## [TASK BRIEF]
Each line from the start of the records through the line containing "reach: f64) ->" is to be transcribed exactly, and no other line is to be included.
==== DATASET EXTRACT ====
//! D9: side edges. Free: U-bars across the edge beside every B2 bar. Held: top bars across it with a closing bend. Joint: none.

use super::closing::{in_corner, inner_radius};
use super::fitting::closing_in;
use super::{Along, Layer, Role, Run, Work, choose, cut, lines};
use crate::base::{gaps, mm, up};
use crate::job::{Bars, Edge};
use crate::rules::{areas, spacing};
use crate::steel::made::{End, Form, between};
use crate::trace::{Step, rule};
use itertools::Itertools;

const NAMES: [&str; 2] = ["near", "far"];

pub(super) fn plan(work: &mut Work) {
    for (side, name) in NAMES.iter().enumerate() {
        match work.slab.edges[side] {
            Edge::Free => free(work, side),
            Edge::Wall | Edge::Beam => held(work, side),
            Edge::Joint => work.reason(&format!("edge:{name}"), "a joint: no edge bars; continuity is the engineer's", rule("D9")),
        }
        hold(work, side);
    }
}

/// The cover line of a side edge.
fn face(work: &Work, side: usize) -> f64 {
    if side == 0 { work.side() } else { work.slab.width.value - work.side() }
}

/// Upright of an edge bar: from the underside of the B2 level to the top of the T2 level, less the deduction.
fn depth(work: &Work) -> f64 {
    let outer = work.plan.runs.iter().filter(|r| r.along == Along::X && (r.layer == Layer::B1 || r.layer == Layer::E && r.made.shape != "00"));
    let closing = work.plan.runs.iter().filter(|r| r.along == Along::X && r.layer == Layer::E && r.made.shape != "00").map(Run::size).fold(0.0, f64::max);
    let bottom = outer.map(Run::size).fold(0.0, f64::max);
    work.upright(work.between_covers() - bottom - work.largest_top().max(closing))
}

/// Lines and sizes of the bars across the slab that come within `reach` of this side edge, in these layers; bars held at the
/// slab ends and the legs of the other side's edge bars count with them.
fn crossing_bars(work: &Work, side: usize, layers: &[Layer], reach: f64) -> Vec<(f64, f64)> {
    let edge = face(work, side);
    let near_edge = |r: &&Run| {
        let (low, high) = r.made.extent();
        if side == 0 { low <= edge + reach } else { high >= edge - reach }
    };
    let across = work.plan.runs.iter().filter(|r| r.along == Along::Y && (layers.contains(&r.layer) || r.role == Role::Edge));
    across.filter(near_edge).flat_map(|r| r.lines.iter().map(|x| (*x, r.size())).collect::<Vec<_>>()).collect()
}

fn free(work: &mut Work, side: usize) {
    let called = work.slab.bottom_distribution.value.clone();
    let depth = depth(work);
    let address = format!("edge:{}", NAMES[side]);
    let Some((size, (shape, depth))) =
        std::iter::once(called.size).chain(choose::smaller(called.size)).find_map(|size| closing_in(depth, size).map(|c| (size, c)))
    else {
        work.reason(&address, format!("no bar bends into {} mm between the layers: no edge bars", mm(depth)), rule("D9, D20"));
        return;
    };
    if size != called.size {
        work.reason(&address, format!("size {} does not bend into {} mm: size {size}", called.size, mm(depth)), rule("D9"));
    }
    let lines = free_lines(work, side, size, &called);
    let leg = up(2.0 * work.h(), 5.0);
    let steps = vec![
        Step::new("legs at least 2h", format!("2 × {}", mm(work.h())), format!("{} mm", mm(leg))).cited(rule("D9")).at(&work.slab.thickness.at),
        Step::new("beside every B2 bar, and at its spacing where there is none", format!("{} mm", mm(called.spacing)), lines.len().to_string())
            .cited(rule("D9, D19")),
    ];
    work.explain(&format!("{address}/count"), steps);
    push(work, side, size, [leg, depth, leg], shape, &lines, called.spacing, &address);
}

/// In contact beside each B2 bar, on the side where no T2 bar stands; between those and to the slab ends at the B2 spacing.
fn free_lines(work: &Work, side: usize, size: u32, called: &Bars) -> Vec<f64> {
    let d = f64::from(size);
    let reach = 2.0 * work.h();
    let top = lines::Standing::new(crossing_bars(work, side, &[Layer::T2], reach));
    let bottom: Vec<(f64, f64)> = bottom_bars(work, side);
    let (start, end) = (work.stations.start + work.side(), work.stations.end - work.side());
    let standing = lines::Standing::new(crossing_bars(work, side, &[Layer::B2, Layer::T2], reach));
    let middle = (start + end) / 2.0;
    // Towards the middle of the slab, so that a bar held in a bend at a slab end keeps its edge bar inside it.
    let beside = |(x, s): &(f64, f64)| {
        let touch = if *x <= middle { (s + d) / 2.0 } else { -(s + d) / 2.0 };
        if top.clear(x + touch, d, start, end) == x + touch { x + touch } else { x - touch }
    };
    let mut fixed: Vec<f64> = bottom.iter().map(beside).sorted_by(f64::total_cmp).collect();
    fixed.dedup_by(|a, b| (*a - *b).abs() < d);
    for (at, first) in [(start + d / 2.0, true), (end - d / 2.0, false)] {
        let nearest = if first { fixed.first() } else { fixed.last() };
        if nearest.is_none_or(|x| (x - at).abs() > called.spacing / 2.0) {
            let x = standing.clear(at, d, start, end);
            if first { fixed.insert(0, x) } else { fixed.push(x) }
        }
    }
    let mut lines: Vec<f64> = Vec::new();
    for (a, b) in fixed.iter().tuple_windows() {
        lines.push(*a);
        let n = gaps(b - a, called.spacing + d);
        lines.extend((1..n).map(|i| standing.clear(a + (b - a) * i as f64 / n as f64, d, start, end)));
    }
    lines.extend(fixed.last());
    lines
}

/// Lines and sizes of B2, and of the innermost bar held at each slab end: what edge bars stand beside.
fn bottom_bars(work: &Work, side: usize) -> Vec<(f64, f64)> {
    let edge = face(work, side);
    // Of a bar in lapped pieces only the piece at this edge counts.
    let at_edge = |r: &Run| if side == 0 { r.made.extent().0 < edge + 60.0 } else { r.made.extent().1 > edge - 60.0 };
    let straight = |role: Role| work.plan.runs.iter().filter(move |r| r.along == Along::Y && r.role == role && r.made.shape == "00" && at_edge(r));
    let lines = |r: &Run| r.lines.iter().map(|x| (*x, r.size())).collect::<Vec<_>>();
    let mut bars: Vec<(f64, f64)> = straight(Role::DistributionBottom).flat_map(lines).collect();
    let held: Vec<(f64, f64)> = straight(Role::Edge).flat_map(lines).collect();
    let middle = (work.stations.start + work.stations.end) / 2.0;
    bars.extend(held.iter().filter(|h| h.0 < middle).max_by(|a, b| a.0.total_cmp(&b.0)));
    bars.extend(held.iter().filter(|h| h.0 >= middle).min_by(|a, b| a.0.total_cmp(&b.0)));
    bars
}

fn held(work: &mut Work, side: usize) {
    let depth = depth(work);
    let address = format!("edge:{}", NAMES[side]);
    let most = spacing::most(spacing::Zone::Main, work.h());
    let t2 = work.slab.top_distribution.value.clone();
    let sheet = work.basis.curtailment.value.end_top.clone();
    let fraction = sheet.reach;
    for k in 0..work.stations.spans.len() {
        let span = work.stations.spans[k].clone();
        let given = &work.slab.spans[k];
        let area = given.required.as_ref().map_or(given.bottom.value.area(), |r| r.value);
        let level = |size: u32| work.h() - work.slab.cover.top.value - work.largest_top() - f64::from(size) / 2.0;
        let need = |size: u32| (sheet.share * area).max(areas::least(work.fck(), work.fyk(), level(size)).value);
        let fits = |size: u32| closing_in(depth, size).is_some();
        let Some(bars) = choose::bars(need, most, work.basis.aggregate.value, fits) else {
            work.reason(&address, format!("no bar bends into {} mm between the layers: no edge bars", mm(depth)), rule("D9, D20"));
            return;
        };
        let Some((shape, depth)) = closing_in(depth, bars.size) else { return };
        let serves = t2.area() >= need(t2.size) && t2.spacing <= most;
        let needed = need(bars.size);
        let free = if serves { outside_tops(work, span.left_face, span.right_face) } else { vec![(span.left_face, span.right_face)] };
        let across = work.slab.width.value - 2.0 * work.side();
        let reach = up(work.slab.edge_width[side] - work.side() + fraction * span.effective, 5.0)
            .min(crate::base::down(across - work.basis.deduction.straight / 2.0, 5.0));
        let back = up(2.0 * work.h(), 5.0);
        let standing = lines::Standing::new(crossing_bars(work, side, &[Layer::B2, Layer::T2], reach));
        let lines: Vec<f64> = free
            .iter()
            .flat_map(|(from, to)| lines::centred(*from, *to, bars.spacing))
            .map(|x| standing.clear(x, f64::from(bars.size), span.left_face, span.right_face))
            .collect();
        let zone = format!("{address}/span:{}", k + 1);
        let steps = vec![
            Step::new("area across the edge", format!("max({} × {}, As,min)", crate::base::num(sheet.share, 2), mm(area)), format!("{} mm²/m", mm(needed)))
                .cited(rule("D8, D9")),
            Step::new("lightest bars from size 10 up", format!("at most {} mm apart", mm(most)), bars.text(&work.basis.bar_letter)).cited(rule("D10a")),
            Step::new(
                "reach from the edge's face",
                format!(
                    "{} leff = {} × {}, and {} on the edge less the cover",
                    crate::base::num(fraction, 3),
                    crate::base::num(fraction, 3),
                    mm(span.effective),
                    mm(work.slab.edge_width[side])
                ),
                format!("{} mm", mm(reach)),
            )
            .cited(rule("D9")),
            Step::new("number", if serves { "outside the T1 zones, where T2 gives the area" } else { "face to face" }, lines.len().to_string())
                .cited(rule("D9, D19")),
        ];
        work.explain(&format!("{zone}/count"), steps);
        push(work, side, bars.size, [reach, depth, back], shape, &lines, bars.spacing, &zone);
    }
}

/// The parts of a length that no top bars along the span cover.
fn outside_tops(work: &Work, from: f64, to: f64) -> Vec<(f64, f64)> {
    let mut free = vec![(from, to)];
    let tops = work.plan.runs.iter().filter(|r| matches!(r.role, Role::SupportTop | Role::EndTop) && r.zone.ends_with("/T1"));
    for (low, high) in tops.map(|r| r.made.extent()) {
        free = free.into_iter().flat_map(|(a, b)| [(a, b.min(low)), (a.max(high), b)]).filter(|(a, b)| b - a > 100.0).collect();
    }
    free
}

/// U-bars across a side edge: bottom leg in the B2 level, main leg above it. Grouped by the level they rest at.
#[allow(clippy::too_many_arguments)]
fn push(work: &mut Work, side: usize, size: u32, legs: [f64; 3], shape: &'static str, lines: &[f64], spacing: f64, zone: &str) {
    let face = face(work, side);
    let inward = if side == 0 { 1.0 } else { -1.0 };
    let closed = Form::Closed { face, shape, depth: legs[1], back: legs[2], turn: -1.0 };
    let free = Form::Straight(End::Free(face + inward * legs[0]));
    let forms = if side == 0 { [closed, free] } else { [free, closed] };
    let made = between(size, forms[0], forms[1], &work.basis.deduction);
    let levels = lines.iter().map(|x| (work.bottom_seat(*x), *x)).collect_vec();
    let zone = work.address(zone);
    let chunks = levels.into_iter().chunk_by(|(z, _)| (z * 100.0).round() as i64);
    let groups: Vec<(f64, Vec<f64>)> = chunks
        .into_iter()
        .map(|(_, group)| {
            let group = group.collect_vec();
            (group[0].0, group.iter().map(|g| g.1).collect())
        })
        .collect();
    for (seat, lines) in groups {
        let z = seat + legs[1] - f64::from(size) / 2.0;
        work.plan.runs.push(Run {
            layer: Layer::E,
            role: Role::Edge,
            along: Along::Y,
            made: made.clone(),
            lines,
            z,
            spacing,
            zone: zone.clone(),
            lap: 0.0,
            turn: "",
        });
    }
}

/// The bars along the slab that the bends of a side edge hold, one inside each corner, the full length.
fn hold(work: &mut Work, side: usize) {
    let zone = work.address(&format!("edge:{}", NAMES[side]));
    let own: Vec<Run> = work.plan.runs.iter().filter(|r| r.zone.starts_with(&zone) && r.along == Along::Y).cloned().collect();
    let size = work.slab.bottom_distribution.value.size;
    let d = f64::from(size);
    let Some(off) = own.iter().map(|r| in_corner(inner_radius(r), d) + r.size()).reduce(f64::max) else { return };
    let inward = if side == 0 { 1.0 } else { -1.0 };
    let y = face(work, side) + inward * off;
    let bottom = own.iter().map(|r| r.z - (depth_of(r) - r.size()) - r.size() / 2.0).fold(0.0, f64::max) + off;
    let top = own.iter().map(|r| r.z + r.size() / 2.0).fold(f64::INFINITY, f64::min) - off;
    // Bars across the slab that the end bends hold cross these near the corners: one lies on the other.
    let held: Vec<f64> = work.plan.runs.iter().filter(|r| r.role == Role::Edge && r.along == Along::Y && r.made.shape == "00").map(|r| r.z).collect();
    let middle = work.h() / 2.0;
    let over = |z: f64, other: f64| (z - other).abs() < d - crate::base::TOUCH;
    let bottom = held.iter().filter(|z| **z < middle && over(bottom, **z)).map(|z| z + d).fold(bottom, f64::max);
    let top = held.iter().filter(|z| **z >= middle && over(top, **z)).map(|z| z - d).fold(top, f64::min);
    // They end inside the uprights that close the slab ends.
    let uprights = [0, 1].map(|end| upright_size(work, super::fitting::face(work, end)));
    // A bend too shallow for two bars holds one.
    let levels = if top - bottom < d { vec![(bottom + top) / 2.0] } else { vec![bottom, top] };
    if levels.len() == 1 {
        work.reason(
            &format!("edge:{}", NAMES[side]),
            format!("the bends leave {} mm between two bars of size {size}: one is held", mm(top - bottom)),
            rule("D9"),
        );
    }
    for z in levels {
        let forms =
            [Form::Straight(End::Face(super::fitting::face(work, 0) + uprights[0])), Form::Straight(End::Face(super::fitting::face(work, 1) - uprights[1]))];
        let made = between(size, forms[0], forms[1], &work.basis.deduction);
        let spacing = work.slab.bottom_distribution.value.spacing;
        let run = Run { layer: Layer::E, role: Role::Edge, along: Along::X, made, lines: vec![y], z, spacing, zone: zone.clone(), lap: 0.0, turn: "" };
        cut::push_distribution(work, run, forms);
    }
}

/// The largest size of the bars along the span whose upright stands at a cover line, mm.
fn upright_size(work: &Work, face: f64) -> f64 {
    let stands = |r: &&Run| r.along == Along::X && r.made.axis.windows(2).any(|w| w[0].0 == w[1].0 && (w[0].0 - face).abs() < r.size() + 15.0);
    work.plan.runs.iter().filter(stands).map(Run::size).fold(0.0, f64::max)
}

fn depth_of(run: &Run) -> f64 {
    f64::from(run.made.dims.get(&'B').copied().unwrap_or(0))
}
====
## [RESULT OF THIS TASK]
//! D9: side edges. Free: U-bars across the edge beside every B2 bar. Held: top bars across it with a closing bend. Joint: none.

use super::closing::{in_corner, inner_radius};
use super::fitting::closing_in;
use super::{Along, Layer, Role, Run, Work, choose, cut, lines};
use crate::base::{gaps, mm, up};
use crate::job::{Bars, Edge};
use crate::rules::{areas, spacing};
use crate::steel::made::{End, Form, between};
use crate::trace::{Step, rule};
use itertools::Itertools;

const NAMES: [&str; 2] = ["near", "far"];

pub(super) fn plan(work: &mut Work) {
    for (side, name) in NAMES.iter().enumerate() {
        match work.slab.edges[side] {
            Edge::Free => free(work, side),
            Edge::Wall | Edge::Beam => held(work, side),
            Edge::Joint => work.reason(&format!("edge:{name}"), "a joint: no edge bars; continuity is the engineer's", rule("D9")),
        }
        hold(work, side);
    }
}

/// The cover line of a side edge.
fn face(work: &Work, side: usize) -> f64 {
    if side == 0 { work.side() } else { work.slab.width.value - work.side() }
}

/// Upright of an edge bar: from the underside of the B2 level to the top of the T2 level, less the deduction.
fn depth(work: &Work) -> f64 {
    let outer = work.plan.runs.iter().filter(|r| r.along == Along::X && (r.layer == Layer::B1 || r.layer == Layer::E && r.made.shape != "00"));
    let closing = work.plan.runs.iter().filter(|r| r.along == Along::X && r.layer == Layer::E && r.made.shape != "00").map(Run::size).fold(0.0, f64::max);
    let bottom = outer.map(Run::size).fold(0.0, f64::max);
    work.upright(work.between_covers() - bottom - work.largest_top().max(closing))
}

/// Lines and sizes of the bars across the slab that come within `reach` of this side edge, in these layers; bars held at the
/// slab ends and the legs of the other side's edge bars count with them.
fn crossing_bars(work: &Work, side: usize, layers: &[Layer], reach: f64) -> Vec<(f64, f64)> {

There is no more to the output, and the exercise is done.